━━━━━ Data for analysis

/** Folds a finished transform of `node` into its element's geometry and resets the node. */
function foldTransform(node: Konva.Node, item: AnyElement): AnyElement {
  const sx = node.scaleX();
  const sy = node.scaleY();
  let result: AnyElement = item;
  switch (item.kind) {
    case "room":
    case "zone": {
      const t = node.getTransform();
      const outline = item.element.outline.map((p) => {
        const q = t.point(p);
        return { x: round(q.x), y: round(q.y) };
      });
      result = item.kind === "room" ? { kind: "room", element: { ...item.element, outline } } : { kind: "zone", element: { ...item.element, outline } };
      node.position({ x: 0, y: 0 });
      break;
    }
    case "panel": {
      const p = item.element;
      const ceiling = p.mounting === "ceiling";
      result = {
        kind: "panel",
        element: {
          ...p,
          center: { x: round(node.x()), y: round(node.y()) },
          rotationDeg: normaliseDeg(node.rotation()),
          lengthM: round(Math.max(0.1, Math.min(50, p.lengthM * (ceiling ? sx : sy)))),
          widthM: ceiling ? round(Math.max(0.1, Math.min(50, p.widthM * sy))) : p.widthM,
        },
      };
      break;
    }
    case "seat":
      result = {
        kind: "seat",
        element: { ...item.element, position: { x: round(node.x()), y: round(node.y()) }, facingDeg: normaliseDeg(item.element.facingDeg + node.rotation()) },
      };
      node.rotation(0);
      break;
    case "opening":
      break;
  }
  node.scale({ x: 1, y: 1 });
  node.skew({ x: 0, y: 0 });
  if (item.kind === "room" || item.kind === "zone") node.rotation(0);
  return result;
}

/** The reference point that lands on the grid when an element is dragged. */
function anchorOf(item: AnyElement): PlanPoint {
  switch (item.kind) {
    case "room":
    case "zone":
      return item.element.outline[0] ?? { x: 0, y: 0 };
    case "panel":
      return item.element.center;
    case "seat":
      return item.element.position;
    case "opening":
      return { x: 0, y: 0 };
  }
}

const GridLines = memo(function GridLines({ view, width, height, grid }: { view: ViewTransform; width: number; height: number; grid: GridSettings }) {
  // Thin out the drawn grid when it would be denser than one line per 8 px.
  let step = grid.sizeM;
  while (step * view.scale < 8) step *= 2;
  return (
    <Shape
      listening={false}
      perfectDrawEnabled={false}
      sceneFunc={(ctx) => {
        const x0 = -view.x / view.scale;
        const y0 = -view.y / view.scale;
        const x1 = x0 + width / view.scale;
        const y1 = y0 + height / view.scale;
        ctx.beginPath();
        for (let x = Math.floor(x0 / step) * step; x <= x1; x += step) {
          ctx.moveTo(x, y0);
          ctx.lineTo(x, y1);
        }
        for (let y = Math.floor(y0 / step) * step; y <= y1; y += step) {
          ctx.moveTo(x0, y);
          ctx.lineTo(x1, y);
        }
        ctx.strokeStyle = grid.enabled ? "rgba(93, 107, 118, 0.16)" : "rgba(93, 107, 118, 0.07)";
        ctx.lineWidth = 1 / view.scale;
        ctx.stroke();
      }}
    />
  );
});

interface ElementsProps {
  layout: Layout;
  selected: ReadonlySet<string>;
  editable: boolean;
  handlers: ShapeHandlers;
  panelWarnings: ReadonlyMap<string, string>;
  result: ComputeResult | null;
  overlay: { visible: boolean; mode: OverlayMode };
  labelM: number;
}

/** Everything on the plan layer; memoised so view-only updates (zoom, pointer) skip it. */
const PlanElements = memo(function PlanElements({ layout, selected, editable, handlers, panelWarnings, result, overlay, labelM }: ElementsProps) {
  const rooms = useMemo(() => new Map(layout.rooms.map((r) => [r.id, r])), [layout.rooms]);
  const showOverlay = overlay.visible && result !== null;
  return (
    <>
      <Group>
        {layout.rooms.map((room) => (
          <RoomShape key={room.id} room={room} selected={selected.has(room.id)} draggable={editable && selected.has(room.id)} handlers={handlers} labelM={labelM} />
        ))}
      </Group>
      {showOverlay ? <Heatmap heatmap={result.heatmap} mode={overlay.mode} /> : null}
      <Group>
        {layout.zones.map((zone) => (
          <ZoneShape key={zone.id} zone={zone} selected={selected.has(zone.id)} draggable={editable && selected.has(zone.id)} handlers={handlers} labelM={labelM} />
        ))}
      </Group>
      <Group>
        {layout.openings.map((o) => (
          <OpeningShape key={o.id} opening={o} room={rooms.get(o.roomId)} selected={selected.has(o.id)} />
        ))}
      </Group>
      <Group>
        {layout.panels.map((p) => (
          <PanelShape key={p.id} panel={p} selected={selected.has(p.id)} draggable={editable} warning={panelWarnings.get(p.id) ?? null} handlers={handlers} labelM={labelM} />
        ))}
      </Group>
      <Group>
        {layout.seats.map((s) => (
          <SeatShape key={s.id} seat={s} selected={selected.has(s.id)} draggable={editable} handlers={handlers} labelM={labelM} />
        ))}
      </Group>
      {showOverlay ? <SeatMarkers seats={layout.seats} result={result} /> : null}
    </>
  );
});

━━━━━━━━━━

Task objective -
Copy out all the entries shown above, character for character.

Task solution -
/** Folds a finished transform of `node` into its element's geometry and resets the node. */
function foldTransform(node: Konva.Node, item: AnyElement): AnyElement {
  const sx = node.scaleX();
  const sy = node.scaleY();
  let result: AnyElement = item;
  switch (item.kind) {
    case "room":
    case "zone": {
      const t = node.getTransform();
      const outline = item.element.outline.map((p) => {
        const q = t.point(p);
        return { x: round(q.x), y: round(q.y) };
      });
      result = item.kind === "room" ? { kind: "room", element: { ...item.element, outline } } : { kind: "zone", element: { ...item.element, outline } };
      node.position({ x: 0, y: 0 });
      break;
    }
    case "panel": {
      const p = item.element;
      const ceiling = p.mounting === "ceiling";
      result = {
        kind: "panel",
        element: {
          ...p,
          center: { x: round(node.x()), y: round(node.y()) },
          rotationDeg: normaliseDeg(node.rotation()),
          lengthM: round(Math.max(0.1, Math.min(50, p.lengthM * (ceiling ? sx : sy)))),
          widthM: ceiling ? round(Math.max(0.1, Math.min(50, p.widthM * sy))) : p.widthM,
        },
      };
      break;
    }
    case "seat":
      result = {
        kind: "seat",
        element: { ...item.element, position: { x: round(node.x()), y: round(node.y()) }, facingDeg: normaliseDeg(item.element.facingDeg + node.rotation()) },
      };
      node.rotation(0);
      break;
    case "opening":
      break;
  }
  node.scale({ x: 1, y: 1 });
  node.skew({ x: 0, y: 0 });
  if (item.kind === "room" || item.kind === "zone") node.rotation(0);
  return result;
}

/** The reference point that lands on the grid when an element is dragged. */
function anchorOf(item: AnyElement): PlanPoint {
  switch (item.kind) {
    case "room":
    case "zone":
      return item.element.outline[0] ?? { x: 0, y: 0 };
    case "panel":
      return item.element.center;
    case "seat":
      return item.element.position;
    case "opening":
      return { x: 0, y: 0 };
  }
}

const GridLines = memo(function GridLines({ view, width, height, grid }: { view: ViewTransform; width: number; height: number; grid: GridSettings }) {
  // Thin out the drawn grid when it would be denser than one line per 8 px.
  let step = grid.sizeM;
  while (step * view.scale < 8) step *= 2;
  return (
    <Shape
      listening={false}
      perfectDrawEnabled={false}
      sceneFunc={(ctx) => {
        const x0 = -view.x / view.scale;
        const y0 = -view.y / view.scale;
        const x1 = x0 + width / view.scale;
        const y1 = y0 + height / view.scale;
        ctx.beginPath();
        for (let x = Math.floor(x0 / step) * step; x <= x1; x += step) {
          ctx.moveTo(x, y0);
          ctx.lineTo(x, y1);
        }
        for (let y = Math.floor(y0 / step) * step; y <= y1; y += step) {
          ctx.moveTo(x0, y);
          ctx.lineTo(x1, y);
        }
        ctx.strokeStyle = grid.enabled ? "rgba(93, 107, 118, 0.16)" : "rgba(93, 107, 118, 0.07)";
        ctx.lineWidth = 1 / view.scale;
        ctx.stroke();
      }}
    />
  );
});

interface ElementsProps {
  layout: Layout;
  selected: ReadonlySet<string>;
  editable: boolean;
  handlers: ShapeHandlers;
  panelWarnings: ReadonlyMap<string, string>;
  result: ComputeResult | null;
  overlay: { visible: boolean; mode: OverlayMode };
  labelM: number;
}

/** Everything on the plan layer; memoised so view-only updates (zoom, pointer) skip it. */
const PlanElements = memo(function PlanElements({ layout, selected, editable, handlers, panelWarnings, result, overlay, labelM }: ElementsProps) {
  const rooms = useMemo(() => new Map(layout.rooms.map((r) => [r.id, r])), [layout.rooms]);
  const showOverlay = overlay.visible && result !== null;
  return (
    <>
      <Group>
        {layout.rooms.map((room) => (
          <RoomShape key={room.id} room={room} selected={selected.has(room.id)} draggable={editable && selected.has(room.id)} handlers={handlers} labelM={labelM} />
        ))}
      </Group>
      {showOverlay ? <Heatmap heatmap={result.heatmap} mode={overlay.mode} /> : null}
      <Group>
        {layout.zones.map((zone) => (
          <ZoneShape key={zone.id} zone={zone} selected={selected.has(zone.id)} draggable={editable && selected.has(zone.id)} handlers={handlers} labelM={labelM} />
        ))}
      </Group>
      <Group>
        {layout.openings.map((o) => (
          <OpeningShape key={o.id} opening={o} room={rooms.get(o.roomId)} selected={selected.has(o.id)} />
        ))}
      </Group>
      <Group>
        {layout.panels.map((p) => (
          <PanelShape key={p.id} panel={p} selected={selected.has(p.id)} draggable={editable} warning={panelWarnings.get(p.id) ?? null} handlers={handlers} labelM={labelM} />
        ))}
      </Group>
      <Group>
        {layout.seats.map((s) => (
          <SeatShape key={s.id} seat={s} selected={selected.has(s.id)} draggable={editable} handlers={handlers} labelM={labelM} />
        ))}
      </Group>
      {showOverlay ? <SeatMarkers seats={layout.seats} result={result} /> : null}
    </>
  );
});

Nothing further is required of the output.